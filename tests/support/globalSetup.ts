import type { TestProject } from 'vitest/node';
import { urlOf } from '@/server/commands/cluster';
import type { Cluster } from '@/server/commands/cluster';
import { migrateUp } from '@/server/migrate';
import { startTestCluster } from './database';

declare module 'vitest' {
  interface ProvidedContext {
    cluster: Cluster;
  }
}

/** One cluster a run, with one migrated database that every test file copies. */
export default async function setup(project: TestProject): Promise<() => Promise<void>> {
  const { cluster, stop } = await startTestCluster();
  try {
    await migrateUp({ ownerUrl: urlOf(cluster, 'owner'), runtimeUrl: urlOf(cluster, 'runtime') });
  } catch (error) {
    await stop();
    throw error;
  }
  project.provide('cluster', cluster);
  return stop;
}
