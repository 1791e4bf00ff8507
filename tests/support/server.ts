import { readdirSync } from 'node:fs';
import supertest from 'supertest';
import { v7 } from 'uuid';
import type { Express } from 'express';
import type { Role } from '@/shared/user';
import { hashSecret } from '@/server/argon';
import { clock } from '@/server/clock';
import type { ReceivedMail } from '@/server/fakes/smtp';
import { Site } from '@/server/models/Site';
import { SiteMember } from '@/server/models/SiteMember';
import { User } from '@/server/models/User';

export const PASSWORD = 'a long test password';
export const PIN = '246810';

/** What the fake mail server got in this test file. */
export function receivedMails(): ReceivedMail[] {
  return (globalThis as { receivedMails?: ReceivedMail[] }).receivedMails ?? [];
}

/** Every file that the fake storage keeps in this test file, half-written ones too. */
export function storedFiles(): string[] {
  const { storageFolder = '' } = globalThis as { storageFolder?: string };
  const entries = readdirSync(storageFolder, { recursive: true, withFileTypes: true });
  return entries
    .filter((entry) => entry.isFile())
    .map(({ name }) => name)
    .sort();
}

let count = 0;

/** A site in the register. */
export function buildSite(fields: Partial<Site['_creationAttributes']> = {}): Promise<Site> {
  count += 1;
  const now = clock.now();
  return Site.create({
    id: v7(),
    name: `Site ${count}`,
    timeZone: 'America/Chicago',
    createdAt: now,
    updatedAt: now,
    ...fields,
  });
}

interface UserFields extends Partial<User['_creationAttributes']> {
  role?: Role;
  sites?: Site[];
  /** `null`: the person has not chosen one yet. */
  password?: string | null;
  pin?: string | null;
}

/** A person in the register, with a password and a PIN unless told otherwise. */
export async function buildUser({
  sites = [],
  password = PASSWORD,
  pin = PIN,
  ...fields
}: UserFields = {}): Promise<User> {
  count += 1;
  const now = clock.now();
  const user = await User.create({
    id: v7(),
    name: `Person ${count}`,
    email: `person${count}@company.example`,
    role: 'lead',
    qualifiedThrough: fields.role === 'helper' ? null : '2030-12-31',
    passwordHash: password === null ? null : await hashSecret(password),
    pinHash: pin === null ? null : await hashSecret(pin),
    createdAt: now,
    updatedAt: now,
    ...fields,
  });
  await SiteMember.bulkCreate(sites.map((site) => ({ siteId: site.id, userId: user.id })));
  return user;
}

/** A browser with that person's session. */
export async function signIn(
  app: Express,
  person: string | User,
  password = PASSWORD,
): Promise<ReturnType<typeof supertest.agent>> {
  const email = typeof person === 'string' ? person : person.email;
  const agent = supertest.agent(app);
  const answer = await agent.post('/api/session').send({ email, password });
  if (answer.status !== 201) throw new Error(`Sign-in answered ${answer.status}`);
  return agent;
}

EXERCISE AIM —
Look above for every line with the word "node" and copy it.

SOLVED EXERCISE —
import type { TestProject } from 'vitest/node';
import { readdirSync } from 'node:fs';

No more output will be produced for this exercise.